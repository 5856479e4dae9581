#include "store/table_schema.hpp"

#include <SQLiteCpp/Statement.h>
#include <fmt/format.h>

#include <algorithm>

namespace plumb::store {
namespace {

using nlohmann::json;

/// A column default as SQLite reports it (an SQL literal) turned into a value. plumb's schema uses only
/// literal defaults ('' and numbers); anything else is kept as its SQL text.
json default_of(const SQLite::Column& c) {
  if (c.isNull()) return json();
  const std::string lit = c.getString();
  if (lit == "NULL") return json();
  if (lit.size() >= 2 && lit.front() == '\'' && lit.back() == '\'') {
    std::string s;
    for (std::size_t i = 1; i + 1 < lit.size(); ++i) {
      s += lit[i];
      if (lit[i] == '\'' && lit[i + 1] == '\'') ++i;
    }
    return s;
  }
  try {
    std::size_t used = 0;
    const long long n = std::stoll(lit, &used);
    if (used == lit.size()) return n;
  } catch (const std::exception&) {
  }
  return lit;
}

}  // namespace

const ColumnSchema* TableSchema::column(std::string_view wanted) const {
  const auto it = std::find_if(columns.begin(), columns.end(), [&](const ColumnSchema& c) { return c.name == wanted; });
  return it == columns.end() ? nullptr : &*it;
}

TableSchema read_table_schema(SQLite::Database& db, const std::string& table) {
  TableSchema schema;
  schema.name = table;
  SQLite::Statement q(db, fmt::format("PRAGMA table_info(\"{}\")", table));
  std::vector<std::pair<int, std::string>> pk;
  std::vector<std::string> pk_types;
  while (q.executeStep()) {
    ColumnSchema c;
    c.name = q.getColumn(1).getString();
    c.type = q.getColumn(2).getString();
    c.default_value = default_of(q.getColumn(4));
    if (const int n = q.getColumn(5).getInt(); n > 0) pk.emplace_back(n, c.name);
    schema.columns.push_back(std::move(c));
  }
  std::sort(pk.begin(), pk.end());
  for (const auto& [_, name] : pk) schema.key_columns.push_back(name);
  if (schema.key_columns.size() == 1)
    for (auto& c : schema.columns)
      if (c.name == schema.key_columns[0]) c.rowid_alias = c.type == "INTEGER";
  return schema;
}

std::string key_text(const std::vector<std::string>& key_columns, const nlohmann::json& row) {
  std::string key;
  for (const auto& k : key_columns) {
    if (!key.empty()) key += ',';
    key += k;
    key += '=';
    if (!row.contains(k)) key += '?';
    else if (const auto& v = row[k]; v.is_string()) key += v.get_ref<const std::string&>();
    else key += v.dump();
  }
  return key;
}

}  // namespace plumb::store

● **What to do**:
Start at the line containing "if (lit[i] == '\''" and copy each line through the last one in the records, exactly and with nothing added.

● **Exercise solution**:
      if (lit[i] == '\'' && lit[i + 1] == '\'') ++i;
    }
    return s;
  }
  try {
    std::size_t used = 0;
    const long long n = std::stoll(lit, &used);
    if (used == lit.size()) return n;
  } catch (const std::exception&) {
  }
  return lit;
}

}  // namespace

const ColumnSchema* TableSchema::column(std::string_view wanted) const {
  const auto it = std::find_if(columns.begin(), columns.end(), [&](const ColumnSchema& c) { return c.name == wanted; });
  return it == columns.end() ? nullptr : &*it;
}

TableSchema read_table_schema(SQLite::Database& db, const std::string& table) {
  TableSchema schema;
  schema.name = table;
  SQLite::Statement q(db, fmt::format("PRAGMA table_info(\"{}\")", table));
  std::vector<std::pair<int, std::string>> pk;
  std::vector<std::string> pk_types;
  while (q.executeStep()) {
    ColumnSchema c;
    c.name = q.getColumn(1).getString();
    c.type = q.getColumn(2).getString();
    c.default_value = default_of(q.getColumn(4));
    if (const int n = q.getColumn(5).getInt(); n > 0) pk.emplace_back(n, c.name);
    schema.columns.push_back(std::move(c));
  }
  std::sort(pk.begin(), pk.end());
  for (const auto& [_, name] : pk) schema.key_columns.push_back(name);
  if (schema.key_columns.size() == 1)
    for (auto& c : schema.columns)
      if (c.name == schema.key_columns[0]) c.rowid_alias = c.type == "INTEGER";
  return schema;
}

std::string key_text(const std::vector<std::string>& key_columns, const nlohmann::json& row) {
  std::string key;
  for (const auto& k : key_columns) {
    if (!key.empty()) key += ',';
    key += k;
    key += '=';
    if (!row.contains(k)) key += '?';
    else if (const auto& v = row[k]; v.is_string()) key += v.get_ref<const std::string&>();
    else key += v.dump();
  }
  return key;
}

}  // namespace plumb::store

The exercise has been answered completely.